--- INPUT RECORDS ---
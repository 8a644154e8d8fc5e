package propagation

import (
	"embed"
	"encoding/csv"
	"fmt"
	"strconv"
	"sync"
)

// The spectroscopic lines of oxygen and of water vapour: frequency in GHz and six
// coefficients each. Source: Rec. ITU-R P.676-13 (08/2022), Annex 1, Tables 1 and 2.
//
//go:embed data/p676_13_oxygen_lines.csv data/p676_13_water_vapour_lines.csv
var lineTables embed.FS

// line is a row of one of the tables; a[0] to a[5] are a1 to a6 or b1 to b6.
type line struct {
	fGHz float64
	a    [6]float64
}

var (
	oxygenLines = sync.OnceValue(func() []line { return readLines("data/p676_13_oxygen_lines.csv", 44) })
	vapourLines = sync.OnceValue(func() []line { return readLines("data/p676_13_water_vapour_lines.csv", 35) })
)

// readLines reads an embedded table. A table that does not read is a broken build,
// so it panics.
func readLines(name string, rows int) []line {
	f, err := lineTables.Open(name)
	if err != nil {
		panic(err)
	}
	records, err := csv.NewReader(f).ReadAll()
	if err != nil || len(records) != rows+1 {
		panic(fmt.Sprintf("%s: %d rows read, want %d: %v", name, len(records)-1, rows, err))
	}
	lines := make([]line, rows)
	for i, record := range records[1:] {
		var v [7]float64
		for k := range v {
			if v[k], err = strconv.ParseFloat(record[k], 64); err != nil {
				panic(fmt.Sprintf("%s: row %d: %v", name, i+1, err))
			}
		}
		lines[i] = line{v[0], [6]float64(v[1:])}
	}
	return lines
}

--- YOUR TASK ---
Go through the records above and count every line that includes "return". Give the number and nothing else.

--- RESPONSE AREA ---
3